Technology development in the area has been an active area of research and a variety of techniques have been created. The differences mostly lie in creation of the indexed surface. Some approaches modify surfaces directly, while others place DNA barcoded beads onto the surface. A common metric that is reported is the spot size of the index, with new techniques trying to decrease this size and increase the resolution of the final reconstruction.

Example approaches

The following non-exhaustive gives a preview of some of the techniques created over recent years. The first prominent example was Spatial Transcriptomics developed in 2016 (2). This approach was commercialised and is now offered by the company 10X Genomics under the product name Visium. High-Definition Spatial Transcriptomics (HDST) developed in 2019 utilises beads placed in captured wells on a glass surface (3). Slide-seq also uses beads, however, they are processed as a monolayer on conventional glass surfaces (4). A technique called Stereo-seq uses fabricated surfaces containing DNA nanoballs for capture (5) whereas Seq-Scope repurposes an Illumina flow cell to create a surface for performing capture-based sequencing (6). Lastly, PIXEL-seq uses a polyacrylamide gel surface which can provide a continuous DNA array as a substrate (7).

Advantages and limitations

Capture techniques have clear advantages over all other spatial transcriptomics techniques. The array can be controlled therefore specific targets or polyadenylated RNA can be analysed. The most appealing aspect however is the low cost and simplicity of the approach. The arrays are fabricated independently of the biological system which tends to have the most variability, complexity, and instability. Also, the arrays are general to a variety of tissue samples and types, therefore their production can be streamlined. Lastly, the sequencing is performed on conventional systems and does not require custom chemistry. All of these aspects allow capture techniques to be performed relatively easily and inexpensively by non-experts.

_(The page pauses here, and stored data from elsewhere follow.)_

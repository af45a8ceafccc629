import { z } from "zod";

export const roleSchema = z.enum(["admin", "manager", "supervisor", "engineer", "purchaser", "operator"], {
  error: "Choose one of admin, manager, supervisor, engineer, purchaser, operator.",
});

const email = z
  .string({ error: "Enter an e-mail address." })
  .trim()
  .max(254, "An e-mail address has at most 254 characters.")
  .email("Enter a valid e-mail address.")
  .transform((s) => s.toLowerCase());

export const newPasswordSchema = z
  .string({ error: "Enter a password." })
  .min(10, "Use at least 10 characters.")
  .max(200, "Use at most 200 characters.");

export const signInSchema = z
  .object({
    email,
    password: z.string({ error: "Enter your password." }).min(1, "Enter your password.").max(200, "At most 200 characters."),
  })
  .strict();

export const inviteSchema = z
  .object({
    email,
    name: z.string({ error: "Enter a name." }).trim().min(1, "Enter a name.").max(120, "At most 120 characters."),
    role: roleSchema,
  })
  .strict();

export const userPatchSchema = z
  .object({ role: roleSchema.optional(), active: z.boolean({ error: "Must be true or false." }).optional() })
  .strict()
  .refine((v) => v.role !== undefined || v.active !== undefined, { message: "Send role or active.", path: ["role"] });

const token = z.string({ error: "The link is missing its token." }).min(20, "The link is incomplete.").max(200, "The link is not valid.");

export const acceptInviteSchema = z.object({ token, password: newPasswordSchema }).strict();
export const requestResetSchema = z.object({ email }).strict();
export const resetPasswordSchema = z.object({ token, password: newPasswordSchema }).strict();

export const unitSystemSchema = z.enum(["metric", "us"], { error: 'Choose "metric" or "us".' });
export const mePatchSchema = z.object({ unitSystem: unitSystemSchema }).strict();

export const plantSettingsSchema = z
  .object({
    plantName: z.string().trim().min(1, "Enter the plant's name.").max(120, "At most 120 characters."),
    currency: z.string().trim().regex(/^[A-Z]{3}$/, "Use a three-letter currency code such as USD or EUR."),
    shiftHours: z.number({ error: "Enter hours as a number." }).gt(0, "Must be more than 0 h.").lte(24, "At most 24 h."),
    defaultUnitSystem: unitSystemSchema,
  })
  .strict();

The major disadvantage however is that capture techniques do not retain any spatial information throughout the thickness of the sample. The molecular content of the three-dimensional tissue gets converted to two dimensions because it is transferred onto a surface. Serial sections can be analysed however no information in the z-dimension of each sample is retained. For the application that truly necessitates three-dimensional information, capture methods are non-ideal.

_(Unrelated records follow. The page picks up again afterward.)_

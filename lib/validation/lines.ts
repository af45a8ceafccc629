/**
 * Finishing line input: a conveyor line with its ordered stages, or a batch oven; and the cure
 * check request. Metric values with the unit in every name.
 */
import { z } from "zod";
import { HEATED_STAGE_KINDS, OVEN_STAGE_KINDS, STAGE_KINDS } from "@/lib/lines/stages";
import { objectParams, rangeNumber, text, TEMP_RANGE_C } from "./coatings";

const MAX_DIM_MM = 50_000;
const dimMm = rangeNumber({ gt: 0, lte: MAX_DIM_MM }, "mm");
const speed = rangeNumber({ gt: 0, lte: 100 }, "m/min");
const minutes = rangeNumber({ gte: 0, lte: 1440 }, "min");
const heatTransfer = rangeNumber({ gt: 0, lte: 1000 }, "W/m²K");

export const windowSchema = z
  .object({ widthMm: dimMm, heightMm: dimMm, depthMm: dimMm }, objectParams)
  .strict();

export const stageSchema = z
  .object(
    {
      name: text("the stage's name", 80),
      kind: z.enum(STAGE_KINDS, { error: `Choose one of ${STAGE_KINDS.join(", ")}.` }),
      lengthM: rangeNumber({ gt: 0, lte: 5000 }, "m"),
      tempC: rangeNumber(TEMP_RANGE_C, "°C").nullable().optional(),
      heatTransferCoefficientWPerM2K: heatTransfer.nullable().optional(),
      colourChangeMin: minutes.nullable().optional(),
    },
    objectParams,
  )
  .strict()
  .superRefine((s, ctx) => {
    const issue = (path: string, message: string) => ctx.addIssue({ code: "custom", path: [path], message });
    if (s.kind === "cure-oven") {
      if (s.tempC == null) issue("tempC", "A cure oven needs its air temperature.");
      if (s.heatTransferCoefficientWPerM2K == null) issue("heatTransferCoefficientWPerM2K", "A cure oven needs its heat-transfer coefficient (cure ovens are ~20–60 W/m²K).");
    }
    if (s.tempC != null && !HEATED_STAGE_KINDS.includes(s.kind)) issue("tempC", "Only ovens and heated tanks have an air or bath temperature.");
    if (s.heatTransferCoefficientWPerM2K != null && !OVEN_STAGE_KINDS.includes(s.kind)) issue("heatTransferCoefficientWPerM2K", "Only oven stages have a heat-transfer coefficient.");
    if (s.colourChangeMin != null && s.kind !== "powder-booth") issue("colourChangeMin", "Only powder booths have a colour-change time.");
  });

const common = {
  name: text("the line's name", 80),
  notes: z.string({ error: "Notes must be text." }).trim().max(2000, "At most 2000 characters.").default(""),
  hourlyCost: rangeNumber({ gte: 0, lte: 1_000_000 }),
  /** a carrier's usable window (conveyor) or each rack's (batch oven) */
  windowMm: windowSchema,
  maxLoadKg: rangeNumber({ gt: 0, lte: 100_000 }, "kg"),
  archived: z.boolean({ error: "Must be true or false." }).optional(),
};

export const conveyorLineSchema = z
  .object(
    {
      kind: z.literal("conveyor"),
      ...common,
      lineSpeedMinMPerMin: speed,
      lineSpeedMaxMPerMin: speed,
      lineSpeedNominalMPerMin: speed,
      carrierPitchM: rangeNumber({ gt: 0, lte: 100 }, "m"),
      stages: z
        .array(stageSchema, { error: (i) => (i.input === undefined ? "is required" : "must be a list of stages") })
        .min(1, "A conveyor line needs at least one stage.")
        .max(80, "At most 80 stages."),
    },
    objectParams,
  )
  .strict()
  .superRefine((v, ctx) => {
    if (v.lineSpeedMinMPerMin > v.lineSpeedMaxMPerMin) {
      ctx.addIssue({ code: "custom", path: ["lineSpeedMinMPerMin"], message: "must be at most lineSpeedMaxMPerMin" });
    } else if (v.lineSpeedNominalMPerMin < v.lineSpeedMinMPerMin || v.lineSpeedNominalMPerMin > v.lineSpeedMaxMPerMin) {
      ctx.addIssue({ code: "custom", path: ["lineSpeedNominalMPerMin"], message: `must be within the speed range ${v.lineSpeedMinMPerMin}–${v.lineSpeedMaxMPerMin} m/min` });
    }
  });

export const batchOvenSchema = z
  .object(
    {
      kind: z.literal("batch"),
      ...common,
      interiorMm: windowSchema,
      racksPerLoad: rangeNumber({ integer: true, gte: 1, lte: 100 }),
      airTempC: rangeNumber({ gt: 0, lte: 600 }, "°C"),
      heatTransferCoefficientWPerM2K: heatTransfer,
      loadMin: minutes,
      unloadMin: minutes,
    },
    objectParams,
  )
  .strict()
  .superRefine((v, ctx) => {
    for (const d of ["widthMm", "heightMm", "depthMm"] as const) {
      if (v.windowMm[d] > v.interiorMm[d]) {
        ctx.addIssue({ code: "custom", path: ["windowMm", d], message: `A rack's window cannot be larger than the oven's interior (${v.interiorMm[d]} mm).` });
      }
    }
  });

export const lineInputSchema = z.discriminatedUnion("kind", [conveyorLineSchema, batchOvenSchema], {
  error: (issue) => (issue.code === "invalid_union" ? 'must be "conveyor" or "batch"' : undefined),
});

export type LineInput = z.infer<typeof lineInputSchema>;
export type ConveyorLineInput = z.infer<typeof conveyorLineSchema>;
export type BatchOvenInput = z.infer<typeof batchOvenSchema>;
export type StageInputBody = z.infer<typeof stageSchema>;

export const cureCheckInputSchema = z
  .object(
    {
      coatingId: rangeNumber({ integer: true, gte: 1 }),
      thicknessMm: rangeNumber({ gt: 0, lte: 500 }, "mm"),
      lineSpeedMPerMin: speed.optional(),
      startTempC: rangeNumber(TEMP_RANGE_C, "°C").default(20),
    },
    objectParams,
  )
  .strict();

export type CureCheckBody = z.infer<typeof cureCheckInputSchema>;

The simplicity of capture-based methods makes them highly appealing for performing a transcriptomic investigation of tissues. Since its first demonstration in 2016, numerous methods have been developed leading to improved scale and resolution. Undoubtedly new improvements in the space will continue, providing increasingly powerful tools for investigators to use in the future.


(1) Turczyk, B. M., Busby, M., Martin, A. L., Daugharthy, E. R., Myung, D., Terry, R. C., Inverso, S. A., Kohman, R. E., Church, G. M., Spatial Sequencing: A Perspective. J Biomol Tech 2020, 31 (2), 44-46.

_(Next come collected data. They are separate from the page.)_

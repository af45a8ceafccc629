import { randomUUID } from "node:crypto";
import fs from "node:fs";
import path from "node:path";
import type { Insertable } from "kysely";
import { databasePath, type Db } from "../index";
import type { MeshesTable, PartsTable } from "../schema";
// Pure geometry (no server code): the demo's areas and masses are worked out, not typed.
import { evaluateAreaFormula } from "../../lib/geometry/area-formula";
import { DENSITY_KG_PER_M3, massFromVolumeKg, plateMassKg } from "../../lib/geometry/mass";
import { measureStlBuffer } from "../../lib/geometry/stl-measure";
import { measureTemplate } from "../../lib/geometry/templates";

/*
 * Bramblecote's parts catalogue. Every part number, customer and figure is invented. The bike-rack
 * hoop also gets a mesh: a binary STL generated below and written to the data folder.
 */

type Vec3 = [number, number, number];

/**
 * A bent round tube (an inverted U: two straight legs joined by a half circle), hollow, with
 * flat annular ends. Drawn Z-up in mm, outward-facing triangles; every ring is computed once so
 * neighbouring triangles share identical vertices and the mesh is closed.
 */
export function hoopTriangles(opts: {
  outsideDiameterMm: number;
  wallMm: number;
  legMm: number;
  bendRadiusMm: number;
  arcSegments: number;
  sides: number;
}): { all: number[]; inner: number[] } {
  const { outsideDiameterMm, wallMm, legMm, bendRadiusMm: R, arcSegments, sides } = opts;
  const ro = outsideDiameterMm / 2;
  const ri = ro - wallMm;
  // Centreline points and tangents, all in the XZ plane (Y is constant across it).
  const centre: Vec3[] = [];
  const tangent: Vec3[] = [];
  centre.push([-R, 0, 0]);
  tangent.push([0, 0, 1]);
  for (let i = 0; i <= arcSegments; i++) {
    const a = Math.PI - (Math.PI * i) / arcSegments; // from the left leg over the top to the right
    centre.push([R * Math.cos(a), 0, legMm + R * Math.sin(a)]);
    tangent.push([Math.sin(a), 0, -Math.cos(a)]);
  }
  centre.push([R, 0, 0]);
  tangent.push([0, 0, -1]);

  const ring = (k: number, r: number): Vec3[] => {
    const [cx, cy, cz] = centre[k];
    const [tx, , tz] = tangent[k];
    // normal in the plane of the bend (tangent × y), and y itself
    const nx = -tz;
    const nz = tx;
    const out: Vec3[] = [];
    for (let j = 0; j < sides; j++) {
      const t = (2 * Math.PI * j) / sides;
      out.push([cx + r * Math.cos(t) * nx, cy + r * Math.sin(t), cz + r * Math.cos(t) * nz]);
    }
    return out;
  };
  const outer = centre.map((_, k) => ring(k, ro));
  const bore = centre.map((_, k) => ring(k, ri));
  const all: number[] = [];
  const inner: number[] = [];
  const tri = (out: number[], a: Vec3, b: Vec3, c: Vec3) => out.push(...a, ...b, ...c);
  for (let k = 0; k + 1 < centre.length; k++) {
    for (let j = 0; j < sides; j++) {
      const j2 = (j + 1) % sides;
      // outside skin faces away from the centreline
      tri(all, outer[k][j], outer[k + 1][j], outer[k + 1][j2]);
      tri(all, outer[k][j], outer[k + 1][j2], outer[k][j2]);
      // the bore faces the centreline (away from the metal): opposite winding
      const a = bore[k][j];
      const b = bore[k + 1][j];
      const c = bore[k + 1][j2];
      const d = bore[k][j2];
      tri(all, a, c, b);
      tri(all, a, d, c);
      tri(inner, a, c, b);
      tri(inner, a, d, c);
    }
  }
  const last = centre.length - 1;
  for (let j = 0; j < sides; j++) {
    const j2 = (j + 1) % sides;
    // start end faces back along the tube, the far end forward
    tri(all, outer[0][j], outer[0][j2], bore[0][j2]);
    tri(all, outer[0][j], bore[0][j2], bore[0][j]);
    tri(all, outer[last][j], bore[last][j2], outer[last][j2]);
    tri(all, outer[last][j], bore[last][j], bore[last][j2]);
  }
  return { all, inner };
}

/** Flat list of triangles (nine coordinates each) → binary STL bytes. */
export function binaryStl(triangles: number[], header = "Coatwright demo mesh"): Uint8Array {
  const count = triangles.length / 9;
  const bytes = new Uint8Array(84 + 50 * count);
  const view = new DataView(bytes.buffer);
  bytes.set(new TextEncoder().encode(header.slice(0, 80)));
  view.setUint32(80, count, true);
  for (let t = 0; t < count; t++) {
    const o = 84 + 50 * t;
    // The normal is left zero: readers recompute it from the winding.
    for (let k = 0; k < 9; k++) view.setFloat32(o + 12 + 4 * k, triangles[9 * t + k], true);
  }
  return bytes;
}

const STEEL = DENSITY_KG_PER_M3.steel;

type PartSeed = Omit<Insertable<PartsTable>, "id" | "created_at" | "updated_at" | "archived"> & { archived?: number };

function templatePart(base: Omit<PartSeed, "area_m2" | "inside_area_m2" | "length_mm" | "width_mm" | "height_mm" | "mass_kg" | "area_origin" | "density_kg_per_m3">, templateId: string, dims: Record<string, number>, box?: Vec3): PartSeed {
  const m = measureTemplate(templateId, dims);
  return {
    ...base,
    density_kg_per_m3: STEEL,
    area_origin: "template",
    template_id: templateId,
    dimensions_json: JSON.stringify(dims),
    area_m2: m.outsideAreaM2,
    inside_area_m2: m.insideAreaM2,
    mass_kg: massFromVolumeKg(m.volumeM3, "steel"),
    mass_origin: "volume",
    length_mm: box?.[0] ?? m.bboxMm.x,
    width_mm: box?.[1] ?? m.bboxMm.y,
    height_mm: box?.[2] ?? m.bboxMm.z,
  };
}

function benchFrame(): PartSeed {
  // Two welded end frames and two rails of 50 × 30 × 2 mm tube, 6.4 m of tube in all.
  const dims = { Ltube: 6400, W: 50, H: 30, t: 2 };
  const formula = "2*(W + H)*Ltube";
  const areaM2 = evaluateAreaFormula(formula, dims);
  const insideAreaM2 = evaluateAreaFormula("2*(W - 2*t + H - 2*t)*Ltube", dims);
  return {
    number: "BC-1042",
    name: "Park bench frame, 1.8 m",
    customer: "Ashgrove Parks Department",
    material: "steel",
    density_kg_per_m3: STEEL,
    thickness_mm: 2,
    // thin-walled tube: half the whole surface × wall × density
    mass_kg: plateMassKg((areaM2 + insideAreaM2) / 2, 2, "steel"),
    mass_origin: "sheet",
    area_m2: areaM2,
    inside_area_m2: insideAreaM2,
    masked_area_m2: 0.004,
    area_origin: "formula",
    formula,
    dimensions_json: JSON.stringify(dims),
    length_mm: 1800,
    width_mm: 620,
    height_mm: 780,
    notes: "Mask the four M10 foot-plate holes (plugs). Hang from the top rail, seat side down.",
  };
}

/** Writes the hoop's STL to the data folder and returns its mesh row, or null when it cannot. */
function hoopMesh(nowS: number): { mesh: Insertable<MeshesTable>; insideAreaM2: number } | null {
  const { all, inner } = hoopTriangles({ outsideDiameterMm: 48.3, wallMm: 3.2, legMm: 650, bendRadiusMm: 300, arcSegments: 36, sides: 32 });
  const bytes = binaryStl(all, "Bramblecote BC-5020 bike-rack hoop (demo)");
  const m = measureStlBuffer(bytes, "mm");
  const boreM2 = measureStlBuffer(binaryStl(inner), "mm").areaM2;
  const id = randomUUID();
  const storedName = `${id}.stl`;
  try {
    const dir = path.join(path.dirname(databasePath()), "meshes");
    fs.mkdirSync(dir, { recursive: true });
    fs.writeFileSync(path.join(dir, storedName), bytes);
  } catch {
    return null; // a read-only data folder: the hoop falls back to its template
  }
  return {
    mesh: {
      id,
      file_name: "bc-5020-hoop.stl",
      stored_name: storedName,
      unit: "mm",
      size_bytes: bytes.length,
      format: m.format,
      triangle_count: m.triangleCount,
      area_m2: m.areaM2,
      volume_m3: m.volumeM3,
      bbox_x_mm: m.bboxMm.x,
      bbox_y_mm: m.bboxMm.y,
      bbox_z_mm: m.bboxMm.z,
      closed: m.closed ? 1 : 0,
      created_by: null,
      created_at: nowS,
    },
    insideAreaM2: boreM2,
  };
}

export async function seedParts(db: Db, nowS = Math.floor(Date.now() / 1000)): Promise<void> {
  const hoopBase = {
    number: "BC-5020",
    name: "Bike-rack hoop, 48.3 mm tube",
    customer: "Cyclewise Streetscape",
    material: "steel" as const,
    thickness_mm: 3.2,
    masked_area_m2: 0,
    notes: "Vent holes drilled at both feet so e-coat drains from the bore. Hang two per hook by the bend.",
  };
  const hoop = hoopMesh(nowS);
  let hoopPart: PartSeed;
  if (hoop) {
    await db.insertInto("meshes").values(hoop.mesh).execute();
    hoopPart = {
      ...hoopBase,
      density_kg_per_m3: STEEL,
      mass_kg: massFromVolumeKg(hoop.mesh.volume_m3, "steel"),
      mass_origin: "volume",
      area_m2: hoop.mesh.area_m2 - hoop.insideAreaM2,
      inside_area_m2: hoop.insideAreaM2,
      area_origin: "mesh",
      length_mm: hoop.mesh.bbox_x_mm,
      width_mm: hoop.mesh.bbox_y_mm,
      height_mm: hoop.mesh.bbox_z_mm,
      mesh_id: hoop.mesh.id,
    };
  } else {
    // centreline: two 650 mm legs and a half circle of radius 300 mm
    hoopPart = templatePart(hoopBase, "round-tube", { lengthMm: 1300 + Math.PI * 300, outsideDiameterMm: 48.3, wallMm: 3.2 }, [648.3, 48.3, 974.15]);
  }

  const parts: PartSeed[] = [
    benchFrame(),
    templatePart(
      {
        number: "BC-1043",
        name: "Bench seat bracket",
        customer: "Ashgrove Parks Department",
        material: "steel",
        thickness_mm: 6,
        masked_area_m2: 0,
        notes: "Laser-cut 6 mm plate. Hang through the 14 mm hole.",
      },
      "flat-plate",
      { lengthMm: 150, widthMm: 80, thicknessMm: 6 },
    ),
    templatePart(
      {
        number: "BC-2210",
        name: "Trailer fender, 13 in wheel",
        customer: "Tollbridge Trailers",
        material: "steel",
        thickness_mm: 2,
        masked_area_m2: 0.0015,
        notes: "Developed blank 1100 × 320 mm, rolled to a 380 mm radius; the box is the rolled shape. Mask the two stud bosses.",
      },
      "flat-plate",
      { lengthMm: 1100, widthMm: 320, thicknessMm: 2 },
      [760, 320, 340],
    ),
    {
      number: "BC-3300",
      name: "Fence panel, 2.0 × 1.2 m",
      customer: "Hedgerow Fencing Co.",
      material: "steel",
      density_kg_per_m3: STEEL,
      thickness_mm: 2,
      mass_kg: 34.2,
      mass_origin: "entered",
      // from the customer's drawing: 40 × 40 × 2 frame and 19 pickets of 12 mm bar
      area_m2: 1.85,
      inside_area_m2: 0,
      masked_area_m2: 0,
      area_origin: "manual",
      length_mm: 2000,
      width_mm: 40,
      height_mm: 1200,
      notes: "Area from the customer's drawing; mass weighed on the first article.",
    },
    templatePart(
      {
        number: "BC-4105",
        name: "Planter box, 800 mm",
        customer: "Millbrook Garden Supply",
        material: "steel",
        thickness_mm: 2,
        masked_area_m2: 0,
        notes: "Powder on the outside and rim only; the inside takes e-coat alone (soil side).",
      },
      "open-box",
      { lengthMm: 800, widthMm: 400, heightMm: 450, wallMm: 2 },
    ),
    hoopPart,
    {
      ...templatePart(
        {
          number: "BC-2199",
          name: "Trailer fender, 12 in wheel (superseded)",
          customer: "Tollbridge Trailers",
          material: "steel",
          thickness_mm: 2,
          masked_area_m2: 0,
          notes: "Replaced by BC-2210.",
        },
        "flat-plate",
        { lengthMm: 1000, widthMm: 300, thicknessMm: 2 },
        [700, 300, 300],
      ),
      archived: 1,
    },
  ];
  await db
    .insertInto("parts")
    .values(parts.map((p) => ({ ...p, archived: p.archived ?? 0, id: randomUUID(), created_at: nowS, updated_at: nowS })))
    .execute();
}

(2) Ståhl, P. L., Salmén, F., Vickovic, S., Lundmark, A., Navarro, J. F., Magnusson, J., Giacomello, S., Asp, M., Westholm, J. O., et al., Visualization and analysis of gene expression in tissue sections by spatial transcriptomics. Science 2016, 353 (6294), 78-82.

(3) Vickovic, S., Eraslan, G., Salmén, F., Klughammer, J., Stenbeck, L., Schapiro, D., Äijö, T., Bonneau, R., Bergenstråhle, L., et al., High-definition spatial transcriptomics for in situ tissue profiling. Nat Methods 2019, 16 (10), 987-990.

(4) Rodriques, S. G., Stickels, R. R., Goeva, A., Martin, C. A., Murray, E., Vanderburg, C. R., Welch, J., Chen, L. M., Chen, F., et al., Slide-seq: A scalable technology for measuring genome-wide expression at high spatial resolution. Science 2019, 363 (6434), 1463-1467.

(5) Chen, A., Liao, S., Cheng, M., Ma, K., Wu, L., Lai, Y., Qiu, X., Yang, J., Li, W., et al., Spatiotemporal transcriptomic atlas of mouse organogenesis using DNA nanoball patterned arrays. bioRxiv 2021, 2021.01.17.427004.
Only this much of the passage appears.